## About this exercise
Within the records below is a range that opens at the line with "let (place, apart_ev)" and closes at the line with "for b in &ladder.states[..k]". Return that range word for word, both ends included, and only that range.

Data extracted from a collection
/// 4, 5, 6, … modules give the same, and the levels are those of a module in the midst of a whole stack between walls.
#[test]
fn the_ladder_does_not_depend_on_how_many_modules_are_solved() {
    let few = HELD.ladder();
    for (upstream, downstream) in [(3, 1), (2, 2), (4, 3), (6, 5)] {
        let more = HELD.ladder_in(Some(Neighbours {
            upstream,
            downstream,
        }));
        for (a, b) in few.states.iter().zip(&more.states) {
            assert!((a.energy_ev - b.energy_ev).abs() < 1e-9);
            assert!((a.centre_nm - b.centre_nm).abs() < 1e-5);
        }
        for (a, b) in few.transitions.iter().zip(&more.transitions) {
            assert!((a.dipole_nm - b.dipole_nm).abs() < 1e-5, "{a:?} {b:?}");
        }
    }
    // Five modules and an end barrier, as `levels` solves them.
    let text = HELD.file(5) + "  - {material: Barrier, width: 200 Å}\n";
    let (structure, _) = structure::read(&text.replace("states: 3", "states: 20"));
    let structure = structure.unwrap();
    let stack = structure.stack().unwrap();
    let operator = BandOperator::conduction(&stack, structure.conduction.model).unwrap();
    let whole = solve(&operator, 20, Accuracy::default());
    for state in &few.states {
        // The third module's lower face lies two periods up.
        let expected = state.energy_ev - 2.0 * few.drop_ev;
        let nearest = whole
            .pairs
            .iter()
            .map(|pair| (pair.value - expected).abs())
            .fold(f64::INFINITY, f64::min);
        assert!(nearest < 1e-7, "{nearest}");
    }
}

/// A stack grown the other way round in the opposite field is the same stack.
#[test]
fn a_mirrored_module_in_the_opposite_field_has_the_same_levels() {
    let one = HELD.ladder();
    // Beginning with its barrier, a mirrored module is barrier, then the rest backwards.
    let mirrored = Cascade {
        sequence: &[60.0, 50.0, 30.0, 70.0],
        field_kv_cm: 20.0,
        ..HELD
    };
    let other = mirrored.ladder();
    assert!(one.along_growth && !other.along_growth);
    let relative = |l: &Ladder| -> Vec<f64> {
        // The border of the modules lies elsewhere, so the same states may be counted from another module.
        let mut energies: Vec<f64> = l
            .states
            .iter()
            .map(|s| (s.energy_ev - l.states[0].energy_ev).rem_euclid(l.drop_ev))
            .collect();
        energies.sort_by(f64::total_cmp);
        energies
    };
    for (a, b) in relative(&one).iter().zip(relative(&other)) {
        let apart = (a - b).abs();
        assert!(apart.min(one.drop_ev - apart) < 1e-8, "{a} {b}");
    }
}

/// Where a module is said to begin changes neither its levels, counted round e F d, nor their dipoles, nor which of them
/// align: a level that is called one of the next module there is one of the same here.
#[test]
fn a_module_may_begin_at_any_barrier() {
    let round = |l: &Ladder, offset_ev: f64| -> Vec<f64> {
        let energies = l.states.iter();
        energies
            .map(|s| (s.energy_ev + offset_ev).rem_euclid(l.drop_ev))
            .collect()
    };
    for law_ev in [None, Some([1.519, 1.93])] {
        let one = Cascade { law_ev, ..HELD }.ladder();
        let other = Cascade {
            law_ev,
            sequence: &[30.0, 50.0, 60.0, 70.0],
            ..HELD
        }
        .ladder();
        // The field's energy is zero 13 nm higher: −20 kV/cm.
        let energies = [round(&one, 0.0), round(&other, -0.026)];
        let partner = |a: f64| {
            let apart = |b: f64| {
                let apart = (a - b).abs();
                apart.min(one.drop_ev - apart)
            };
            let places = (0..3).map(|k| (k, apart(energies[1][k])));
            places.min_by(|a, b| a.1.total_cmp(&b.1)).unwrap()
        };
        let partners: Vec<usize> = energies[0]
            .iter()
            .map(|a| {
                let (place, apart_ev) = partner(*a);
                assert!(apart_ev < 1e-9, "{apart_ev}");
                place
            })
            .collect();
        let mut compared = 0;
        for t in &one.transitions {
            let names = [partners[t.from], partners[t.to]];
            let same = other.transitions.iter().find(|u| {
                let own = [u.from, u.to];
                own == names && (u.energy_ev - t.energy_ev).abs() < 1e-8
            });
            let Some(same) = same else { continue };
            compared += 1;
            assert!((same.dipole_nm - t.dipole_nm).abs() < 1e-7);
            assert!((same.overlap - t.overlap).abs() < 1e-7);
        }
        assert!(compared >= 4, "{compared}");
    }
}

/// Injection through its resonance: the gap is the least distance over a scan of the field, and its field the scan's.
#[test]
fn anticrossings_are_where_a_scan_of_the_field_finds_them() {
    let found = RESONANT.ladder();
    let crossing = found
        .alignments
        .iter()
        .find(|a| (a.upstream, a.downstream, a.next_module) == (2, 3, false))
        .and_then(|a| a.anticrossing)
        .unwrap_or_else(|| panic!("{:?}", found.alignments));
    let distance = |field_v_per_nm: f64| {
        let at = Cascade {
            field_kv_cm: 1e4 * field_v_per_nm,
            ..RESONANT
        };
        let ladder = at.ladder();
        // The two may be counted from neighbouring modules.
        let mut least = f64::INFINITY;
        for (k, a) in ladder.states.iter().enumerate() {
            for b in &ladder.states[..k] {
                let apart = (a.energy_ev - b.energy_ev).abs();
                least = least.min(apart).min((apart - ladder.drop_ev).abs());
            }
        }
        least
    };
    let least = distance(crossing.field_v_per_nm);
    assert!(
        (least - crossing.gap_ev).abs() < 1e-7,
        "{least} {crossing:?}"
    );
    // Further off other levels come near the two.
    for step in [-4e-3, -2e-3, 2e-3, 4e-3] {
        assert!(distance(crossing.field_v_per_nm * (1.0 + step)) > least);
    }
}

/// A superlattice in a field: the levels of a miniband of width Δ in the tight-binding limit are the ladder E₀ + n e F d,
/// with E₀ the mean of the miniband over the minizone, and spread over Δ/e F (Wannier 1960; Bleuse, Bastard and Voisin, Phys. Rev. Lett. 60,
/// 220 (1988), from memory).
#[test]
fn a_superlattice_in_a_field_has_the_ladder_of_its_miniband() {
    let superlattice = Cascade {
        sequence: &[60.0, 60.0],
        barrier_ev: 0.25,
        masses: [0.067, 0.067],
        field_kv_cm: 1.0,
        states: 1,
        ..HELD
    };
    let found = superlattice.ladder();
    let state = &found.states[0];
    assert!(state.ladder_residual_ev.abs() < 1e-8, "{state:?}");
    assert!(state.window_shift_ev < 1e-8, "{state:?}");
    let text = superlattice
        .file(2)
        .replace("field: 1 kV/cm", "ends: periodic");
    let (structure, problems) = structure::read(&text);
    let structure = structure.unwrap_or_else(|| panic!("{problems:?}"));
    let period = structure.period(&structure.stack().unwrap());
    let operator = BandOperator::conduction(&period, structure.conduction.model).unwrap();
    let solved = minibands(&operator, 1, Accuracy::default());
    let [low, high] = solved.minibands[0].edges.map(|edge| edge.energy_ev);
    let phases: Vec<f64> = (0..64).map(|k| PI * (f64::from(k) + 0.5) / 64.0).collect();
    let mean = solved.dispersed(&phases)[0].energies_ev.iter().sum::<f64>() / 64.0;
    // The well's middle lies 9 nm above the lower face.
    let expected = mean + 1e-4 * 9.0;
    let apart = (state.energy_ev - expected).rem_euclid(found.drop_ev);
    let apart = apart.min(found.drop_ev - apart);
    assert!(apart < 3e-3 * (high - low), "{apart} {}", high - low);
    // ⟨(z − z₀)²⟩ = 2 (t/e F)² beside the spread of the envelope in one well, with Δ = 4 t.
    let hopping_nm = (0.25 * (high - low) / 1e-4) * 2f64.sqrt();
    let one_well_nm = WELL_SPREAD_NM;
    let spread_nm = hopping_nm.hypot(one_well_nm);
    assert!(
        (state.extent_nm / spread_nm - 1.0).abs() < 0.05,
        "{} {spread_nm}",
        state.extent_nm
    );
}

## Response
                let (place, apart_ev) = partner(*a);
                assert!(apart_ev < 1e-9, "{apart_ev}");
                place
            })
            .collect();
        let mut compared = 0;
        for t in &one.transitions {
            let names = [partners[t.from], partners[t.to]];
            let same = other.transitions.iter().find(|u| {
                let own = [u.from, u.to];
                own == names && (u.energy_ev - t.energy_ev).abs() < 1e-8
            });
            let Some(same) = same else { continue };
            compared += 1;
            assert!((same.dipole_nm - t.dipole_nm).abs() < 1e-7);
            assert!((same.overlap - t.overlap).abs() < 1e-7);
        }
        assert!(compared >= 4, "{compared}");
    }
}

/// Injection through its resonance: the gap is the least distance over a scan of the field, and its field the scan's.
#[test]
fn anticrossings_are_where_a_scan_of_the_field_finds_them() {
    let found = RESONANT.ladder();
    let crossing = found
        .alignments
        .iter()
        .find(|a| (a.upstream, a.downstream, a.next_module) == (2, 3, false))
        .and_then(|a| a.anticrossing)
        .unwrap_or_else(|| panic!("{:?}", found.alignments));
    let distance = |field_v_per_nm: f64| {
        let at = Cascade {
            field_kv_cm: 1e4 * field_v_per_nm,
            ..RESONANT
        };
        let ladder = at.ladder();
        // The two may be counted from neighbouring modules.
        let mut least = f64::INFINITY;
        for (k, a) in ladder.states.iter().enumerate() {
            for b in &ladder.states[..k] {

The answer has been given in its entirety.